#### Material shown:
"""The decision ledger: events, undo, derived state, versions, schema, text fidelity, config.

Process-level faults (kill -9, full disk, locks, corrupt files, read-only folders) are in
test_ledger_faults.py.
"""

from __future__ import annotations

import sqlite3
import threading
from pathlib import Path

import pytest
from hypothesis import HealthCheck, settings
from hypothesis import strategies as st
from hypothesis.stateful import RuleBasedStateMachine, invariant, precondition, rule

from triage.core import config as config_mod
from triage.core.config import (
    ConfigError,
    default_reviewer,
    load_config,
)
from triage.core.errors import TriageError
from triage.core.ledger import (
    APPLICATION_ID,
    FOLDER_LEDGER,
    NOTE_MAX,
    SCHEMA_VERSION,
    DecisionError,
    Ledger,
    LedgerError,
    LedgerReadOnlyError,
    Line,
    StaleDecisionError,
    default_ledger_path,
    locate_ledger,
)
from triage.core.vocabulary import DEFAULT_ROOT_CAUSES, OUTCOMES

CYCLE = "2026-11-23"
NEXT_CYCLE = "2026-11-30"
PORTFOLIO = {"portfolio_name": "week47.csv", "portfolio_fingerprint": "ab" * 32}


def decide(ledger: Ledger, item: str, location: str = "", *, version: int = 0, **fields):
    values = {
        "outcome": "no_change",
        "root_cause": "unknown",
        "note": "",
        "reviewer": "ana",
        **PORTFOLIO,
        **fields,
    }
    cycle = values.pop("cycle", CYCLE)
    return ledger.record(cycle, item, location, expected_version=version, **values)


def take_back(ledger: Ledger, item: str, location: str = "", *, version: int, **fields):
    values = {"reviewer": "ana", **PORTFOLIO, **fields}
    cycle = values.pop("cycle", CYCLE)
    return ledger.undo(cycle, item, location, expected_version=version, **values)


@pytest.fixture
def path(tmp_path: Path) -> Path:
    return tmp_path / "week47.ledger.sqlite"


@pytest.fixture
def ledger(path: Path):
    with Ledger.open(path) as opened:
        yield opened


def raw(path: Path) -> sqlite3.Connection:
    return sqlite3.connect(path, isolation_level=None)


# ---- events, undo, derived state ------------------------------------------------------------
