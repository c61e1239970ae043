"""The review screens: work through the weekly worst-offender list at the keyboard."""

from __future__ import annotations

import asyncio
import gc
import math
import threading
from collections.abc import Callable, Iterator
from contextlib import contextmanager, suppress
from dataclasses import dataclass, field, replace
from pathlib import Path
from typing import Any, ClassVar

import numpy as np
from rich.text import Text
from textual import events, on, work
from textual.app import App, ComposeResult, SystemCommand
from textual.binding import Binding, BindingType
from textual.containers import Container, Vertical
from textual.css.query import NoMatches
from textual.timer import Timer
from textual.widgets import Footer, ProgressBar, Static
from textual.worker import Worker, WorkerState

from triage.core import cache, schema, vocabulary, words
from triage.core import groups as groups_mod
from triage.core import ledger as ledger_mod
from triage.core.cycle import ReviewCycle
from triage.core.dialect import FileOptions
from triage.core.errors import TriageError
from triage.core.group_review import GroupReview, outcome_words
from triage.core.ledger import GroupRecord
from triage.core.on_demand import Histories, NotFetched
from triage.core.review import FILTER_FIELDS, ActiveAdjustment, ReviewSession, StillComputing
from triage.core.settings import CACHE_LIMIT_MB, ScoreSettings
from triage.core.text import visible
from triage.core.vocabulary import DEFAULT_ROOT_CAUSES, Choice
from triage.tui import format as fmt
from triage.tui.keyorder import KeyOrder
from triage.tui.messages import (
    BackgroundDone,
    BackgroundNote,
    BackgroundStep,
    Ended,
    Exported,
    Fetched,
    GroupsReady,
    Loaded,
    LoadStep,
    Saved,
    SaveFailed,
)
from triage.tui.screens.decision import UNCHANGED, DecisionScreen, Draft, draft_of
from triage.tui.screens.dialogs import (
    ChooseScreen,
    ConfirmScreen,
    HelpScreen,
    PromptScreen,
    WaitScreen,
)
from triage.tui.screens.group_decision import GroupDecisionScreen, GroupDraft
from triage.tui.screens.overrides import OverridesScreen
from triage.tui.widgets.chart import SeriesChart
from triage.tui.widgets.series_list import GroupList, SeriesList

#: Seconds the cursor must rest on a series before its chart is drawn.
CHART_SETTLE = 0.08
#: Histories fetched from the dataset in one read (``--scorecard``): about a screen of rows.
FETCH_BATCH = 64

CAUTION = (
    "Decisions and adjusted forecasts are advisory: check them in the planning system "
    "before they move stock or money."
)


@dataclass
class Options:
    """How the app was started."""

    portfolio: Path
    ledger: Path | None = None
    reviewer: str = ""
    settings: ScoreSettings = field(default_factory=ScoreSettings)
    """Window, season, target share, repeat offenders and lag (``triage.core.settings``)."""
    columns: dict[str, str] | None = None
    sheet: str | None = None
    file_options: FileOptions | None = None
    """How the file writes its cells (``--sep``, ``--decimal``, ``--date-format``,
    ``--header-row``)."""
    root_causes: tuple[Choice, ...] = DEFAULT_ROOT_CAUSES
    auto_advance: bool = False
    notices: list[str] = field(default_factory=list)
    group: str | None = None
    """``--group``: the columns the group view rolls series up by (checked once loaded)."""
    cache: bool = True
    """Open from the reopen cache and keep the load there (``--no-cache``: neither)."""
    cache_limit_mb: int = CACHE_LIMIT_MB.default
    """The reopen cache's bound (``--cache-limit``)."""
    cache_folder: Path | None = None
    """Where the reopen cache is (None: ``cache.default_folder()``)."""
    scorecard: Path | None = None
    """``--scorecard DIR``: review the dataset ``portfolio`` on its stored scorecard, the
    histories fetched on demand (``triage.core.on_demand``)."""


#: Actions on one series, unavailable (dimmed) while the group view is shown.
SERIES_ACTIONS = frozenset(
    {
        "quick",
        "take_suggestion",
        "next_unreviewed",
        "end_adjustment",
        "jump",
        "filter_text",
        "filter_field",
    }
)


def _stale(exc: TriageError) -> bool:
    return isinstance(exc, ledger_mod.StaleDecisionError)


def _freeze_heap() -> None:
    """Keep the session's long-lived objects out of the cyclic collector's full passes.

    A million-series session holds object arrays of a million references each, and every full
    collection walked them all: pauses of tens of milliseconds on random keystrokes. Objects
    frozen by ``gc.freeze`` (Python documentation, module ``gc``) are not scanned again and are
    still freed by reference counting. Collected first, so that no garbage is frozen; once the
    session is complete (the background pieces in), on the UI thread after a frame.
    """
    gc.collect()
    gc.freeze()
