def _prescan_csv(path: Path, options: FileOptions | None = None) -> _CsvScan:
    """Check the encoding and count delimiters in one streaming pass (C-speed bytes methods).

    The whole file is checked for its encoding; separators, line ends and quotes are counted
    from the header line on (``--header-row``).
    """
    options = options or FileOptions()
    sep = options.sep.encode()
    start = skipped = 0
    if options.header_row is not None and options.header_row > 1:
        skipped = options.header_row - 1
        start = _line_start(path, options.header_row)
    decoder = codecs.getincrementaldecoder("utf-8")("strict")
    commas = line_feeds = returns = 0
    last = b""
    has_quotes = False
    size = 0
    head = b""
    with path.open("rb") as handle:
        while chunk := handle.read(_CHUNK):
            if not size:
                _refuse_binary(path, chunk)
            if not size and chunk.startswith((codecs.BOM_UTF16_LE, codecs.BOM_UTF16_BE)):
                _fail(
                    path,
                    "the file is UTF-16 (Excel 'Unicode Text'), not UTF-8.",
                    "Save it from Excel as 'CSV UTF-8 (Comma delimited)'.",
                )
            # An ASCII chunk needs no decoding unless a multi-byte character straddles into it.
            if not chunk.isascii() or decoder.getstate()[0]:
                try:
                    decoder.decode(chunk)
                except UnicodeDecodeError:
                    _not_utf8(path)
            counted = chunk if size >= start else chunk[start - size :]
            size += len(chunk)
            if not counted:
                continue
            if len(head) < _HEADER_BYTES:
                head += counted[: _HEADER_BYTES - len(head)]
            commas += counted.count(sep)
            line_feeds += counted.count(b"\n")
            returns += counted.count(b"\r")
            last = counted[-1:]
            has_quotes = has_quotes or b'"' in counted
    try:
        decoder.decode(b"", final=True)
    except UnicodeDecodeError:
        _not_utf8(path)
    newline = 13 if returns and not line_feeds else 10
    lines = (returns if newline == 13 else line_feeds) + (last not in (b"", b"\n", b"\r"))
    return _CsvScan(size, commas, has_quotes, newline, head, lines, options.sep, start, skipped)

#### Exercise instructions:
Within the listing above, the range opens at the line with "portfolio: Path" and closes at the line with "root_causes: tuple[Choice, ...]". Reproduce exactly the lines of that range, including both ends.

#### Answer to this exercise:
    portfolio: Path
    ledger: Path | None = None
    reviewer: str = ""
    settings: ScoreSettings = field(default_factory=ScoreSettings)
    """Window, season, target share, repeat offenders and lag (``triage.core.settings``)."""
    columns: dict[str, str] | None = None
    sheet: str | None = None
    file_options: FileOptions | None = None
    """How the file writes its cells (``--sep``, ``--decimal``, ``--date-format``,
    ``--header-row``)."""
    root_causes: tuple[Choice, ...] = DEFAULT_ROOT_CAUSES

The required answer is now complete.